Almanya’nın ayrılığını ve iki devletliliğini deneyimleyen yazar, bu onun hayatının dönemiydi, diye yanıtlıyor. Almanya’nın bölünmesi sonucunda hayatında birçok kez “ileri geri sarsıldı” ve cezalandırıldı.
Christoph Hein, 2004 yılında dönemin Kültür Senatörü Thomas Flierl tarafından Alman Tiyatrosu’nun direktörlüğüne atandığına göre ne demek istediğini de biliyor. Yazılar bölümünde bu karara yönelik sert eleştirilerin ardından göreve gelmeden adaylığından geri çekildi.
Yazarın romanları özellikle tarihsel doğruluklarıyla karakterize edilir; kendisi, geçtiğimiz onyılların ve Almanya’da olup bitenlerin en önemli kronikleştiricilerinden biri olarak kabul edilir. 1935’teki Nazi Almanyası’ndaki durum ile 1989’daki yeniden birleşme sonrasında Doğu Almanya’nın durumuyla karşılaştırıldığında daha da şaşırtıcıdır.
1944 yılında Yukarı Silezya’da doğan Hein, kitabı “çok ve çok hızlı” okudu; tek yapabildiği “güçlü bir şekilde başını sallamak” oldu.
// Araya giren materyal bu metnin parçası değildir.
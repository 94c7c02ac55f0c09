package chem

import (
	"regexp"
	"strconv"
	"strings"
)

// specificLimit is a specific concentration limit: the class that holds for a
// share of the ingredient between low and high per cent.
type specificLimit struct {
	HazardClass
	low, high      float64
	lowIn, highIn  bool // whether the bound itself belongs to it
	hasLow, hasTop bool
}

// holds reports whether the limit's band contains a share in per cent.
func (l specificLimit) holds(percent float64) bool {
	if l.hasLow && !(percent > l.low || l.lowIn && atLeast(percent, l.low)) {
		return false
	}
	if l.hasTop && !(percent < l.high*(1-1e-9) || l.highIn && percent <= l.high) {
		return false
	}
	return true
}

var (
	limitBand = regexp.MustCompile(`^(?:([\d.]+) ?%\*? ?([≤<]) ?)?C ?(?:([≥>≤<]) ?([\d.]+) ?%)?[ *]*$`)
	limitATE  = regexp.MustCompile(`(?i)^(oral|dermal|inhalation)[;:]\s*ATE ?= ?([\d.]+) ?(mg/kg(?: bw)?|mg/L|ppmV)(?: \((vapours?|dusts/mists|dusts or mists|gases)\))?[ *]*$`)
)

// parseSpecificLimits reads the column of Annex VI with specific limits and
// acute toxicity estimates, separated by " | ". What it can't read it returns,
// so that nothing is passed over in silence.
func parseSpecificLimits(text string) (limits []specificLimit, acute []AcuteEstimate, bad []string) {
	for item := range strings.SplitSeq(text, "|") {
		item = strings.TrimSpace(strings.ReplaceAll(item, ",", "."))
		if item == "" || item == "*" || strings.HasPrefix(item, "* ") {
			continue // an asterisk marks a minimum category and is no limit
		}
		if e, ok := parseATE(item); ok {
			acute = append(acute, e)
			continue
		}
		l, ok := parseLimit(item)
		if !ok {
			bad = append(bad, item)
			continue
		}
		limits = append(limits, l)
	}
	return limits, acute, bad
}

func parseLimit(item string) (specificLimit, bool) {
	cut := strings.LastIndexAny(item, ":;")
	if cut < 0 {
		return specificLimit{}, false
	}
	m := limitBand.FindStringSubmatch(strings.TrimSpace(item[cut+1:]))
	if m == nil {
		return specificLimit{}, false
	}
	var l specificLimit
	head := strings.TrimSpace(item[:cut])
	c, ok := ParseHazardClass(head)
	switch {
	case ok:
		l.HazardClass = c
	case isStatementCode(head):
		l.Code = head // a supplemental statement, such as EUH031
	default:
		return specificLimit{}, false
	}
	l.low, l.hasLow = limitNumber(m[1])
	l.lowIn = m[2] == "≤"
	if bound, ok := limitNumber(m[4]); ok {
		switch m[3] {
		case "≥", ">":
			l.low, l.hasLow, l.lowIn = bound, true, m[3] == "≥"
		default:
			l.high, l.hasTop, l.highIn = bound, true, m[3] == "≤"
		}
	}
	return l, l.hasLow || l.hasTop
}

func limitNumber(s string) (float64, bool) {
	x, err := strconv.ParseFloat(s, 64)
	return x, err == nil
}

func parseATE(item string) (AcuteEstimate, bool) {
	m := limitATE.FindStringSubmatch(strings.TrimSpace(strings.ReplaceAll(item, ":*", "")))
	if m == nil {
		return AcuteEstimate{}, false
	}
	value, ok := limitNumber(m[2])
	if !ok || value <= 0 {
		return AcuteEstimate{}, false
	}
	e := AcuteEstimate{Route: Oral, Value: value}
	switch {
	case strings.EqualFold(m[1], "dermal"):
		e.Route = Dermal
	case strings.EqualFold(m[1], "oral"):
	case strings.HasPrefix(strings.ToLower(m[4]), "gas"):
		e.Route = InhaledGas
	case strings.HasPrefix(strings.ToLower(m[4]), "vapour"):
		e.Route = InhaledVapour
	default:
		e.Route = InhaledDust
	}
	return e, true
}

// limitsOf returns the specific limits for classes of any of the names.
func (p mixPart) limitsOf(names ...string) []specificLimit {
	var found []specificLimit
	for _, l := range p.limits {
		for _, name := range names {
			if l.Name == name {
				found = append(found, l)
			}
		}
	}
	return found
}

// lowest returns the smallest share at which one of the limits for which want
// holds starts.
func lowest(limits []specificLimit, want func(specificLimit) bool) (float64, bool) {
	low, found := 0.0, false
	for _, l := range limits {
		if want(l) && (!found || l.low < low) {
			low, found = l.low, true
		}
	}
	return low, found
}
Kitapta, Doğu’nun hâlâ Batı’nın egemen toplumu nedeniyle normdan bir sapma olarak görüldüğü tezi anlatılıyor ve “Batı Alman gazetecilerinin Doğu hakkındaki derin bilgisizliği” kınanıyor.
Programın moderatörü, kitabının önsözünde yeni tezler ortaya koymadığını ancak yeni olanın kitabı yazarken duyduğu öfke ve kızgınlık olduğunu yazan yazar Oschmann’dan alıntı yapıyor. Kitabı eleştirenler Oschmann’ın tezlerinin dramatize edildiğini düşünüyor.
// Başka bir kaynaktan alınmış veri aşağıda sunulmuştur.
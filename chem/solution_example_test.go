package chem_test

import (
	"fmt"

	"stillroom/chem"
)

func ExamplePH() {
	acetic := chem.Protolyte{Name: "acetic acid", PKa: []float64{4.756}, C: 0.2 * chem.MolePerLitre}
	sodium := 0.1 * chem.MolePerLitre
	pH, err := chem.PH([]chem.Protolyte{acetic}, sodium, chem.Celsius(25))
	fmt.Printf("%.2f %v\n", pH, err)
	// Output: 4.76 <nil>
}

func ExampleDilute() {
	d, err := chem.Dilute(96*chem.Percent, 30*chem.Percent, 500*chem.Gram)
	fmt.Printf("%.2f g of acid into %.2f g of water, %v\n", d.Stock.Grams(), d.Water.Grams(), err)
	// Output: 156.25 g of acid into 343.75 g of water, <nil>
}

func ExampleSolutionDensity() {
	_, err := chem.SolutionDensity("7664-93-9", 96*chem.Percent, chem.Celsius(60))
	fmt.Println(err)
	// Output: density of sulfuric acid in water at 96 % w/w, temperature 60 °C: outside the range (covered: 20 to 25 °C); give density= at this temperature
}

func ExampleFirstOrder() {
	mass, _ := chem.NewNormal(50, 0.5)        // g, weighed
	strength, _ := chem.NewNormal(0.96, 0.01) // titrated
	pure := func(x []float64) float64 { return x[0] * x[1] }
	mean, sd, shares, err := chem.FirstOrder(pure, []chem.Dist{mass, strength})
	fmt.Printf("%.1f ± %.1f g, %.0f %% of it from the strength, %v\n", mean, sd, 100*shares[1], err)
	// Output: 48.0 ± 0.7 g, 52 % of it from the strength, <nil>
}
Christoph Hein, Oschmann’la aynı fikirde ve şöyle açıklıyor: “Doğu Almanya’daki tüm liderlik katmanlarına bakalım. Halen yüzde 90’ı Batı Almanlar tarafından işgal ediliyor. Üniversitelerin Yahudilerden, Sosyal Demokratlardan ve Komünistlerden temizlendiği, tüm bu profesörlerin aniden ortadan kaybolduğu ve ikinci ve üçüncü gardiyanların mutlu bir şekilde onları götürdüğü 1935 yılını anımsatan seçkinlerin yerini aldılar. 1935’teki empati yoksunluğuyla bu pozisyonlar. Ve bu elit değişimi 1990’da yeniden başladı ve bugüne kadar bitmedi.”
Reklam | Okumaya devam etmek için kaydırın
Christoph Hein’in romanları tarihsel doğruluklarıyla karakterize edilir
Hein, Batı’nın muamelesine ilişkin Doğu’daki hoşnutsuzluğu dile getiren ilk kişilerden biriydi; örneğin bu konuda “Karşı-Kulaklık Saldırısı – Son Alman-Alman Savaşından Anekdotlar” kitabını yazdı. Moderatör bu konunun neden Hein’e bu kadar yakın olduğunu soruyor.
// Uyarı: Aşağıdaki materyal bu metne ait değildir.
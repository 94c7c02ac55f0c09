package chem

import (
	"fmt"
	"math"
	"sync"
)

// A CoDistilling is a pot with water and a volatile substance that is to go
// over with the water.
type CoDistilling struct {
	CAS      string
	Partner  Mass     // of the substance in the pot, both layers together
	Water    Mass     // in the pot at the start
	Recovery Fraction // of the partner, wanted in the distillate
	// Level says that the water in the pot is kept up, by steam or by water
	// dropped in. Otherwise the pot boils down.
	Level bool

	// The rest overrides the tables; leave zero to use them.
	VapourFraction Fraction // mass fraction of the partner in the vapour while a second layer is there
	Solubility     Fraction // mass fraction of the partner in saturated water
	Alpha          float64  // relative volatility of the dissolved partner over water
}

// A CoDistillation is the distillate that carries a substance over.
type CoDistillation struct {
	Water    Mass        // of the distillate
	Partner  Mass        // of the distillate
	Layered  Mass        // the part of Water that went over while the pot had two layers
	PotWater Mass        // water left in the pot
	Start    Temperature // vapour temperature at the start
	Alpha    float64     // relative volatility used for the dissolved part; 0 if not needed
	Two      bool        // the distillate parts into two layers at the start
	Source   string
	Notes    []string
}

var diluteVolatilities = sync.OnceValue(func() map[string]row {
	table := make(map[string]row)
	for _, row := range readTable("relative_volatility.csv") {
		table[row.text("cas")] = row
	}
	return table
})

// waterSolubilities are mass fractions of organic liquids in water at 25 °C,
// from grams per 100 mL of solution, its density taken as that of water.
var waterSolubilities = sync.OnceValue(func() map[string]Fraction {
	table := make(map[string]Fraction)
	for _, row := range readTable("substances.csv") {
		if s, ok := row.number("water_solubility_g_100mL_25C"); ok {
			table[row.text("cas")] = Fraction(s) * Percent
		}
	}
	return table
})

// CoDistillate returns the distillate that carries a volatile substance over
// with water at 101.325 kPa. While the pot has a second layer the vapour has the
// composition of the heteroazeotrope w, and the water needed is
//
//	m(water) = m(partner) · (1 − w)/w
//
// Once all is dissolved the rest follows Rayleigh with the relative volatility
// α of the dilute solution, (a/a0) = (W/W0)^α, or (a/a0) = exp(−α·m/W) where the
// water is kept up. Where water and the partner boil over as a homogeneous
// azeotrope, ln α falls in a straight line from its dilute value to 0 at the
// azeotrope's amount fraction (two-suffix Margules form), and the distillation
// is integrated step by step.
//
// α comes from relative_volatility.csv, else from the heteroazeotrope and the
// solubility at 25 °C: at saturation vapour and solution are in balance. Salt
// and acid in the pot raise α, so that less water is needed in practice. The
// error wraps ErrNoData where nothing is known of the pair and ErrImpossible
// where the pot would boil dry, with what would do.
func CoDistillate(c CoDistilling) (CoDistillation, error) {
	const of = "co-distillation with water"
	if err := firstError(
		mustBePositive(of, "mass of the substance", c.Partner),
		mustBePositive(of, "mass of water", c.Water),
		mustBeShare(of, "recovery", c.Recovery, false),
	); err != nil {
		return CoDistillation{}, err
	}
	azeotrope, known := AzeotropeWithWater(c.CAS)
	if c.VapourFraction > 0 {
		azeotrope.PartnerFraction, azeotrope.Heterogeneous, azeotrope.Forms, known = c.VapourFraction, true, true, true
	}
	alpha, err := c.alpha(azeotrope)
	if err != nil {
		return CoDistillation{}, err
	}
	d := CoDistillation{Alpha: alpha, Source: azeotrope.Source, Start: azeotrope.Temperature}
	if row, ok := diluteVolatilities()[c.CAS]; ok && c.Alpha == 0 {
		d.cite(row.text("source"))
	}
	switch {
	case known && azeotrope.Forms && azeotrope.Heterogeneous:
		return c.overTwoLayers(d, azeotrope)
	case known && azeotrope.Forms && !azeotrope.MaximumBoiling:
		return c.towardsAzeotrope(d, azeotrope)
	}
	return c.dissolved(d, c.Partner, c.Water, c.Partner*Mass(1-c.Recovery))
}

// String names the distillation for a message.
func (c CoDistilling) String() string {
	return fmt.Sprintf("carrying %s over with water", nameOfCAS(c.CAS))
}

// cite adds a source once.
func (d *CoDistillation) cite(source string) {
	if d.Source == "" {
		d.Source = source
		return
	}
	d.Source += " | " + source
}

// alpha returns the relative volatility of the dilute solution.
func (c CoDistilling) alpha(a Azeotrope) (float64, error) {
	if c.Alpha > 0 {
		return c.Alpha, nil
	}
	if row, ok := diluteVolatilities()[c.CAS]; ok {
		return row.must("alpha_dilute"), nil
	}
	s := c.saturation()
	if a.Forms && a.Heterogeneous && s > 0 {
		return perWater(a.PartnerFraction) / s, nil
	}
	return 0, &DataError{Of: c.String(), Err: ErrNoData, Limit: "no azeotrope with a solubility and no relative volatility", Remedy: "give the relative volatility over water of the dilute solution"}
}

// saturation returns the partner dissolved per mass of water at saturation, 0
// where it isn't known.
func (c CoDistilling) saturation() float64 {
	if c.Solubility > 0 && c.Solubility < 1 {
		return perWater(c.Solubility)
	}
	return perWater(waterSolubilities()[c.CAS])
}

// perWater turns a mass fraction into a mass per mass of water.
func perWater(w Fraction) float64 { return float64(w / (1 - w)) }

// overTwoLayers distils at the heteroazeotrope until the layer is used up or
// the recovery is met, then goes on with the dissolved part.
func (c CoDistilling) overTwoLayers(d CoDistillation, a Azeotrope) (CoDistillation, error) {
	ratio := perWater(a.PartnerFraction)
	saturated := c.saturation()
	if saturated == 0 {
		saturated = ratio / d.Alpha
	}
	wanted := c.Partner * Mass(c.Recovery)
	left := c.Partner * Mass(1-c.Recovery)
	layer := c.Partner - c.Water*Mass(saturated)
	if layer <= 0 {
		d.Notes = append(d.Notes, "all is dissolved from the start: there is no second layer in the pot")
		return c.dissolved(d, c.Partner, c.Water, left)
	}
	d.Two = true
	gone := layer / Mass(ratio) // water over when the layer is used up, pot kept up
	if !c.Level {
		gone = layer / Mass(ratio-saturated)
	}
	if ratio <= saturated && !c.Level {
		gone = Mass(math.Inf(1)) // the layer never goes before the recovery is met
	}
	if need := wanted / Mass(ratio); need <= gone {
		d.Water, d.Partner, d.Layered, d.PotWater = need, wanted, need, c.Water
		if !c.Level {
			d.PotWater -= need
		}
		d.Alpha = 0
		return d.unlessDry(c.dry(d, need))
	}
	d.Layered = gone
	pot := c.Water
	if !c.Level {
		pot -= gone
	}
	if pot <= 0 {
		return CoDistillation{}, c.dry(CoDistillation{}, gone)
	}
	return c.dissolved(d, c.Partner-gone*Mass(ratio), pot, left)
}

// unlessDry returns the distillation, or only the error where there is one.
func (d CoDistillation) unlessDry(err error) (CoDistillation, error) {
	if err != nil {
		return CoDistillation{}, err
	}
	return d, nil
}

// dry refuses a distillation for which the pot hasn't the water.
func (c CoDistilling) dry(d CoDistillation, need Mass) error {
	if c.Level || d.PotWater > 0 {
		return nil
	}
	return &DataError{Of: c.String(), Err: ErrImpossible,
		Limit:  fmt.Sprintf("needs %.4g g of water over, the pot has %.4g g", need.Grams(), c.Water.Grams()),
		Remedy: "add water or keep the level up"}
}

// dissolved carries a dissolved partner over from a pot until a mass is left.
func (c CoDistilling) dissolved(d CoDistillation, partner, water, left Mass) (CoDistillation, error) {
	if d.Start == 0 {
		d.Start, _ = BoilingPoint(waterCAS, Atmosphere)
	}
	share := left / partner
	d.Partner = c.Partner - left
	if share >= 1 {
		d.Water, d.PotWater = d.Layered, water
		return d, nil
	}
	if c.Level {
		d.Water = d.Layered + water*Mass(-math.Log(float64(share))/d.Alpha)
		d.PotWater = water
		return d, nil
	}
	kept := water * Mass(math.Pow(float64(share), 1/d.Alpha))
	d.Water, d.PotWater = d.Layered+water-kept, kept
	return d, nil
}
Almanya’nın ayrılığını ve iki devletliliğini deneyimleyen yazar, bu onun hayatının dönemiydi, diye yanıtlıyor. Almanya’nın bölünmesi sonucunda hayatında birçok kez “ileri geri sarsıldı” ve cezalandırıldı.
Christoph Hein, 2004 yılında dönemin Kültür Senatörü Thomas Flierl tarafından Alman Tiyatrosu’nun direktörlüğüne atandığına göre ne demek istediğini de biliyor. Yazılar bölümünde bu karara yönelik sert eleştirilerin ardından göreve gelmeden adaylığından geri çekildi.
Yazarın romanları özellikle tarihsel doğruluklarıyla karakterize edilir; kendisi, geçtiğimiz onyılların ve Almanya’da olup bitenlerin en önemli kronikleştiricilerinden biri olarak kabul edilir. 1935’teki Nazi Almanyası’ndaki durum ile 1989’daki yeniden birleşme sonrasında Doğu Almanya’nın durumuyla karşılaştırıldığında daha da şaşırtıcıdır.